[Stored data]
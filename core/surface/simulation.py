"""Conditional Gaussian simulation of a kriged surface (conditioning by kriging).

Each realisation honours the data and the fitted variogram, so a quantity that
adds up cells (a volume) gets the spread that the spatial covariance implies;
treating cells as independent would understate it. The method is the classic
one of [Journel & Huijbregts 1978, ch. VII] and [Deutsch & Journel 1998,
s. V.2.4 (GSLIB)]:

1. draw an unconditional realisation :math:`Y_s` of the signal, with the
   covariance :math:`C(h) = c_0 \\delta(h) + c\\,(1 - g(h/a))` of the fitted
   variogram, jointly at the target nodes and at the data (Cholesky factor
   of the covariance matrix, [Davis 1987]);
2. add a draw of each datum's measurement error, :math:`Z_s = Y_s + \\varepsilon`;
3. krige :math:`Z_s` with the *same* kriging (variogram, measurement-error
   variances, neighbourhood) that made the map, :math:`\\hat Y_s`;
4. the conditional realisation is :math:`\\hat Y + (Y_s - \\hat Y_s)`,
   :math:`\\hat Y` the kriged map.

Because step 3 uses the map's own weights, the realisations' mean at a node is
the kriged value and their variance its kriging variance (up to sampling
error): for any set of ordinary kriging weights :math:`\\lambda`,
:math:`E[(Y_0 - \\sum \\lambda_i Z_i)^2] = \\sum_i \\lambda_i \\gamma_{i0} + \\mu`
is the kriging variance of the map.

References
----------
[Journel & Huijbregts 1978] Mining Geostatistics. Academic Press, ch. VII.
[Deutsch & Journel 1998] GSLIB: Geostatistical Software Library and User's
    Guide, 2nd ed. Oxford University Press, s. V.2.4.
[Davis 1987] Davis, M. W. (1987). Production of conditional simulations via
    the LU triangular decomposition of the covariance matrix. Mathematical
    Geology 19(2), 91-98.
"""

from __future__ import annotations

from dataclasses import dataclass

import numpy as np
from scipy.spatial import cKDTree

from ..errors import SurfaceError
from ..progress import NullProgress, check_cancel

__all__ = ["MAX_SIMULATION_POINTS", "ConditionalSimulation", "kriging_weights", "simulate_conditional"]

#: Most target nodes plus data in one joint Cholesky factor (a 4000^2 matrix is 128 MB).
MAX_SIMULATION_POINTS = 4000


@dataclass(frozen=True)
class ConditionalSimulation:
    """Conditional realisations at target nodes.

    Attributes
    ----------
    values : ndarray (m, n_sims)
        Simulated elevations (m) at the m targets.
    jitter : float
        Variance (m^2) added to the diagonal of the covariance so that its
        Cholesky factor exists (0 when none was needed).
    """

    values: np.ndarray
    jitter: float


def kriging_weights(variogram, x, y, error_variance, tx, ty, neighbours=32):
    """Ordinary kriging weights with measurement error, one row per target.

    The system is that of :class:`~.kriging.OrdinaryKriging` (variogram
    form, :math:`-e_i` on the diagonal, a Lagrange row), solved for the
    ``neighbours`` nearest data of each target; the weights are returned so
    that many data vectors can be kriged at once.

    Returns
    -------
    idx : ndarray (m, k) of int
        Data index of each target's neighbours.
    weights : ndarray (m, k)
        Their weights (each row sums to 1).
    variance : ndarray (m,)
        Kriging variance (m^2) of each target.
    """
    x, y = np.asarray(x, float), np.asarray(y, float)
    e = np.broadcast_to(np.asarray(error_variance, float), x.shape)
    tx, ty = np.asarray(tx, float).ravel(), np.asarray(ty, float).ravel()
    n = x.size
    k = n if neighbours is None else min(int(neighbours), n)
    ox, oy = float(np.mean(x)), float(np.mean(y))
    xc, yc = x - ox, y - oy
    tree = cKDTree(np.column_stack([xc, yc]))
    _, idx = tree.query(np.column_stack([tx - ox, ty - oy]), k=k)
    idx = np.asarray(idx).reshape(len(tx), k)
    s = variogram.total_sill
    weights = np.empty((len(tx), k))
    variance = np.empty(len(tx))
    chunk = max(16, int(4e6 // ((k + 1) ** 2)))
    for a in range(0, len(tx), chunk):
        sl = slice(a, a + chunk)
        ii = idx[sl]
        xs, ys = xc[ii], yc[ii]
        c = len(ii)
        m = np.empty((c, k + 1, k + 1))
        m[:, :k, :k] = variogram(np.hypot(xs[:, :, None] - xs[:, None, :], ys[:, :, None] - ys[:, None, :])) / s
        r = np.arange(k)
        m[:, r, r] = -e[ii] / s
        m[:, k, :k] = 1.0
        m[:, :k, k] = 1.0
        m[:, k, k] = 0.0
        b = np.empty((c, k + 1))
        b[:, :k] = variogram(np.hypot(xs - (tx[sl] - ox)[:, None], ys - (ty[sl] - oy)[:, None])) / s
        b[:, k] = 1.0
        try:
            sol = np.linalg.solve(m, b[:, :, None])[:, :, 0]
        except np.linalg.LinAlgError as exc:
            raise SurfaceError(
                f"a kriging system of the simulation is singular ({exc}): data at one place without error variance"
            ) from exc
        weights[sl] = sol[:, :k]
        variance[sl] = (np.einsum("ij,ij->i", sol[:, :k], b[:, :k]) + sol[:, k]) * s
    return idx, weights, np.maximum(variance, 0.0)


def _covariance(variogram, xy):
    d = np.hypot(xy[:, 0][:, None] - xy[:, 0][None, :], xy[:, 1][:, None] - xy[:, 1][None, :])
    return variogram.covariance(d)


def _cholesky(cov, sill):
    from scipy.linalg import LinAlgError, cholesky

    jitter = 0.0
    for rel in (0.0, 1e-10, 1e-8, 1e-6, 1e-4):
        jitter = rel * sill
        try:
            a = cov + jitter * np.eye(len(cov)) if jitter else cov
            return cholesky(a, lower=True, check_finite=False), jitter
        except LinAlgError:
            continue
    raise SurfaceError(
        "the covariance matrix of the simulation is not positive definite even with a jitter of "
        f"{1e-4 * sill:.3g} m2 on its diagonal"
    )


def simulate_conditional(
    variogram,
    data_x,
    data_y,
    error_variance,
    target_x,
    target_y,
    kriged_mean,
    n_simulations: int = 500,
    seed: int = 1,
    neighbours=32,
    progress=None,
) -> ConditionalSimulation:
    """Conditional realisations of the surface at target nodes (see the module docstring).

    Parameters
    ----------
    variogram : VariogramModel
        The model the map was kriged with (of the residuals from the trend).
    data_x, data_y : array_like (n,)
        Data positions (m).
    error_variance : array_like (n,) or float
        Measurement-error variance of each datum (m^2), as in the map.
    target_x, target_y : array_like (m,)
        Nodes to simulate (m).
    kriged_mean : array_like (m,)
        The map at the nodes (m): trend plus kriged residual.
    n_simulations : int
    seed : int
        Seed of :func:`numpy.random.default_rng` (same seed, same realisations).
    neighbours : int or None
        The map's kriging neighbourhood.
    progress : optional
        Checked for cancellation.

    Returns
    -------
    ConditionalSimulation
    """
    progress = progress or NullProgress()
    dx, dy = np.asarray(data_x, float), np.asarray(data_y, float)
    tx, ty = np.asarray(target_x, float).ravel(), np.asarray(target_y, float).ravel()
    e = np.broadcast_to(np.asarray(error_variance, float), dx.shape).astype(float)
    mean = np.asarray(kriged_mean, float).ravel()
    m, n = tx.size, dx.size
    if mean.shape != (m,):
        raise ValueError(f"kriged_mean has {mean.size} values for {m} targets")
    idx, lam, _ = kriging_weights(variogram, dx, dy, e, tx, ty, neighbours)
    used = np.unique(idx)  # only data that enter some target's neighbourhood need a value
    if m + used.size > MAX_SIMULATION_POINTS:
        raise SurfaceError(
            f"a joint simulation of {m} nodes and {used.size} data exceeds {MAX_SIMULATION_POINTS} points: "
            "simulate on a coarser set of nodes or a smaller area"
        )
    check_cancel(progress)
    xy = np.concatenate([np.column_stack([tx, ty]), np.column_stack([dx[used], dy[used]])])
    xy = xy - xy.mean(axis=0)
    low, jitter = _cholesky(_covariance(variogram, xy), variogram.total_sill)
    check_cancel(progress)
    rng = np.random.default_rng(seed)
    y_s = low @ rng.standard_normal((m + used.size, int(n_simulations)))
    z_data = np.zeros((n, int(n_simulations)))
    z_data[used] = y_s[m:] + np.sqrt(e[used])[:, None] * rng.standard_normal((used.size, int(n_simulations)))
    kriged_s = np.empty((m, int(n_simulations)))
    step = max(1, int(4e6 // (idx.shape[1] * int(n_simulations))))  # ~32 MB of gathered data per chunk
    for a in range(0, m, step):
        kriged_s[a : a + step] = np.einsum("ik,iks->is", lam[a : a + step], z_data[idx[a : a + step]])
    return ConditionalSimulation(values=mean[:, None] + y_s[:m] - kriged_s, jitter=float(jitter))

### Problem to work on
Using the records above, report each line with the string "Journel".

### Finished exercise
one of [Journel & Huijbregts 1978, ch. VII] and [Deutsch & Journel 1998,
[Journel & Huijbregts 1978] Mining Geostatistics. Academic Press, ch. VII.
[Deutsch & Journel 1998] GSLIB: Geostatistical Software Library and User's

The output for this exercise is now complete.